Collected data
- - - - -
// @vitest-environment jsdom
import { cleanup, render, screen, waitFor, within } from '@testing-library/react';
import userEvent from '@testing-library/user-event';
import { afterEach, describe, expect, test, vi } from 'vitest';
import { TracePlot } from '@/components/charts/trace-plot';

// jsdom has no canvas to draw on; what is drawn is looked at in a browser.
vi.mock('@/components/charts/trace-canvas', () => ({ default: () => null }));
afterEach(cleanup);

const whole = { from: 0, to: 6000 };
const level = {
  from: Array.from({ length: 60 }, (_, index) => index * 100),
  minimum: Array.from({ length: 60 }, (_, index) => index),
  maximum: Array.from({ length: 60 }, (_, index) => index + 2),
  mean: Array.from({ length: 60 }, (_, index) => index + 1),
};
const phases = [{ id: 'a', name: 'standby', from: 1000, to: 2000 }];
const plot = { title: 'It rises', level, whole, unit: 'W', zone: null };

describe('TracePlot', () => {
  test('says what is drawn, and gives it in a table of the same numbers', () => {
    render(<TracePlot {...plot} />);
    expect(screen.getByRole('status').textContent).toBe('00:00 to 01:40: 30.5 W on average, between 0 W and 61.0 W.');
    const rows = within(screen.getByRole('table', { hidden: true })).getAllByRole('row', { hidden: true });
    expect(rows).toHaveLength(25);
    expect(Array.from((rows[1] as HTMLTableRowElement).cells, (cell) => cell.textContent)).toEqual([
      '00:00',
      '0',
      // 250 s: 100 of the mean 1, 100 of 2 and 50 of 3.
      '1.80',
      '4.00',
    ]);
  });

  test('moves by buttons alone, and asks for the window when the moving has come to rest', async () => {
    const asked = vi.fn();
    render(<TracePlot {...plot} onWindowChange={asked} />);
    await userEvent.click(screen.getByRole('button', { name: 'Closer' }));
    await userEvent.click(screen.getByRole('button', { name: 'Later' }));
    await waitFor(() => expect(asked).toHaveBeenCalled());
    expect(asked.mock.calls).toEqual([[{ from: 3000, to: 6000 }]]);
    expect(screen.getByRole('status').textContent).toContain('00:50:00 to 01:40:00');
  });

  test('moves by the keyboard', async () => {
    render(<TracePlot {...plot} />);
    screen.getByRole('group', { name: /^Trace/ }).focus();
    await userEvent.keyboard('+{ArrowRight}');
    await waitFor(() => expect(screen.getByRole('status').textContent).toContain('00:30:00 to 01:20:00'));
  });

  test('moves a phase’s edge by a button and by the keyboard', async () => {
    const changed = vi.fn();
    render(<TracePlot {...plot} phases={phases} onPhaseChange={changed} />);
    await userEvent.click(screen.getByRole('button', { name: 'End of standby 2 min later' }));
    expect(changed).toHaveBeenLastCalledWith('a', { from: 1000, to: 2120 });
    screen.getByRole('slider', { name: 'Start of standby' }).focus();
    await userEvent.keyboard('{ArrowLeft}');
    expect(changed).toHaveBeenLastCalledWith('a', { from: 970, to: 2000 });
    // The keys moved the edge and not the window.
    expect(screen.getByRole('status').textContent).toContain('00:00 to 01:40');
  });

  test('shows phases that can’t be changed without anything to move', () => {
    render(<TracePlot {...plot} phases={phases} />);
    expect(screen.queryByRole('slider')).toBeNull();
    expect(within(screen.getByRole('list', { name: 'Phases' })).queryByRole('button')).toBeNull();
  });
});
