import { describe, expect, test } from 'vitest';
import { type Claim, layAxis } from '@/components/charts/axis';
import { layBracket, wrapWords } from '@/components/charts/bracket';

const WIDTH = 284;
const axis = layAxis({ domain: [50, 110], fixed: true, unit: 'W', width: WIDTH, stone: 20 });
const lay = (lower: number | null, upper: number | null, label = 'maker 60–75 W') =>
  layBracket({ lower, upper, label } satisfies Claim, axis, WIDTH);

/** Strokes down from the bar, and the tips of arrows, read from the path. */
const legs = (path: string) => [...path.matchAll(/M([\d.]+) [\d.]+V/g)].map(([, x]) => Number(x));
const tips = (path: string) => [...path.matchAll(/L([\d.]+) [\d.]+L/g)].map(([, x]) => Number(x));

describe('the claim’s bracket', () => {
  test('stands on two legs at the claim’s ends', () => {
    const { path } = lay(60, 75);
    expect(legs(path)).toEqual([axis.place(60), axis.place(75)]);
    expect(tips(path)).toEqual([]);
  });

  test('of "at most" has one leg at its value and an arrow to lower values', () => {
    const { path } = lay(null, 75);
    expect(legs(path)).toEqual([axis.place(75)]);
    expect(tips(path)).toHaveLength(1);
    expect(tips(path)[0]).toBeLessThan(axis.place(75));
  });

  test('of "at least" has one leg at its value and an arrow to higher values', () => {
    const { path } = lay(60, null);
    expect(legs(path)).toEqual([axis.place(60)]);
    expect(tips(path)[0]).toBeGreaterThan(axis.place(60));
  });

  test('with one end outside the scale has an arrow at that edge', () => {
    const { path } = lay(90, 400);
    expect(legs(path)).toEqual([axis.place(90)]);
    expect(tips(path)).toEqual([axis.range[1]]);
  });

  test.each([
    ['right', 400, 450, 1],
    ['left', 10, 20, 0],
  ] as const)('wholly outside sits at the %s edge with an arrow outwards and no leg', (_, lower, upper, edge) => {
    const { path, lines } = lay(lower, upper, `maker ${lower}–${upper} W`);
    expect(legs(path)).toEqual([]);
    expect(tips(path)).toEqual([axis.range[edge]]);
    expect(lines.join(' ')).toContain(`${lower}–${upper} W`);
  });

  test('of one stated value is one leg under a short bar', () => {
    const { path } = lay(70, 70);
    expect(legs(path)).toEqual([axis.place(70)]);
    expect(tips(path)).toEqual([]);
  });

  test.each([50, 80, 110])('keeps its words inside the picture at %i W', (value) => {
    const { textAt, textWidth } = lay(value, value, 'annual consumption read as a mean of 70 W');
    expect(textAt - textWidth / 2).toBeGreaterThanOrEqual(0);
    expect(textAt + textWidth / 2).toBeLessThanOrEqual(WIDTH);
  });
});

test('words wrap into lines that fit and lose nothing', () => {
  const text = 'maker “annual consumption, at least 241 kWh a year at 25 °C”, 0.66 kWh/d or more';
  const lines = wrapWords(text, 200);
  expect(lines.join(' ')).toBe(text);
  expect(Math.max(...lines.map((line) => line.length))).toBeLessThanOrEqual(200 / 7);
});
- - - - -
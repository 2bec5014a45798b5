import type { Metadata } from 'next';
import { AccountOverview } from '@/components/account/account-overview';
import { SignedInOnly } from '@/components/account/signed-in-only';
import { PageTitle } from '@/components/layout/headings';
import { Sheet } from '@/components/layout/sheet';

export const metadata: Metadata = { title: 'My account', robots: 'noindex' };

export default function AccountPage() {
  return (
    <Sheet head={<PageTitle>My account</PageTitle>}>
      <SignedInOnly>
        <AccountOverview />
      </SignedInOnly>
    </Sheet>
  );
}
- - - - -
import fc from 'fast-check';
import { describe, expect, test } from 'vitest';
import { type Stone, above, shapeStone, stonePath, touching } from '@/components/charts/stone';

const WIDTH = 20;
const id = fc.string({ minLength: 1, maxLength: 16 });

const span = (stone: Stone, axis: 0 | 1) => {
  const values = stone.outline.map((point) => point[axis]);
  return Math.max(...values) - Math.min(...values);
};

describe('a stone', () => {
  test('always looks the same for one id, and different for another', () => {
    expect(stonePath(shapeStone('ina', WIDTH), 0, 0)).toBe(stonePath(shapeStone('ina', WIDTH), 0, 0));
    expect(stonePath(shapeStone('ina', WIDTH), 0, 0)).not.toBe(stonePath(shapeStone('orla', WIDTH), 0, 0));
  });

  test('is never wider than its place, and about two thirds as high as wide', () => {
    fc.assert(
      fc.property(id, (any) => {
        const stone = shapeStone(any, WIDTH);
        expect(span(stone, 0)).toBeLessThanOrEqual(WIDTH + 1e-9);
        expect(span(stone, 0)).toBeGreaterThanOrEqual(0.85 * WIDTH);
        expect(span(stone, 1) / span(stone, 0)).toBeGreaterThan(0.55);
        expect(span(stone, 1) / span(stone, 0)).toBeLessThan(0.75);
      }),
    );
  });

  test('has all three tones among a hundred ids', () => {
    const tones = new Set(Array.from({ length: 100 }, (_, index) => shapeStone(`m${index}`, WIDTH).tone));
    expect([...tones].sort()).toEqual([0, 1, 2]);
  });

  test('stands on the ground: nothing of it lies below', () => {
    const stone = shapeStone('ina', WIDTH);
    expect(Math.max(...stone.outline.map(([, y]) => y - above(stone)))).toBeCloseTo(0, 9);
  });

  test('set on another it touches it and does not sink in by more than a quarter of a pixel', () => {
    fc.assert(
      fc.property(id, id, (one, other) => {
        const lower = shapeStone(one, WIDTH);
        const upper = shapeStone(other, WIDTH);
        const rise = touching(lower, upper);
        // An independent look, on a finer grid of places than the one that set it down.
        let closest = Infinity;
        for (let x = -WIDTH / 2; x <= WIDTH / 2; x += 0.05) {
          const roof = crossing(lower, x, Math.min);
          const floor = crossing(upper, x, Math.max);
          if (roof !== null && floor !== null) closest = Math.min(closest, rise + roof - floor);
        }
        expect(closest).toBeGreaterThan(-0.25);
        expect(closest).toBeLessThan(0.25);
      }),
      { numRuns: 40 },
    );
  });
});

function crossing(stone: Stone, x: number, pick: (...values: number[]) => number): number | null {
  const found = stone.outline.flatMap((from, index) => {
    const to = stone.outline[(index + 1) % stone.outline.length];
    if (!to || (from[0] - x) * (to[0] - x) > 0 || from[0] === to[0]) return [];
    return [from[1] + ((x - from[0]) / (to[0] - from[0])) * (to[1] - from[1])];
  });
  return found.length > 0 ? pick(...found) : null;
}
- - - - -
Scan the data above and report each line in which "click" is present.

    await userEvent.click(screen.getByRole('button', { name: 'Closer' }));
    await userEvent.click(screen.getByRole('button', { name: 'Later' }));
    await userEvent.click(screen.getByRole('button', { name: 'End of standby 2 min later' }));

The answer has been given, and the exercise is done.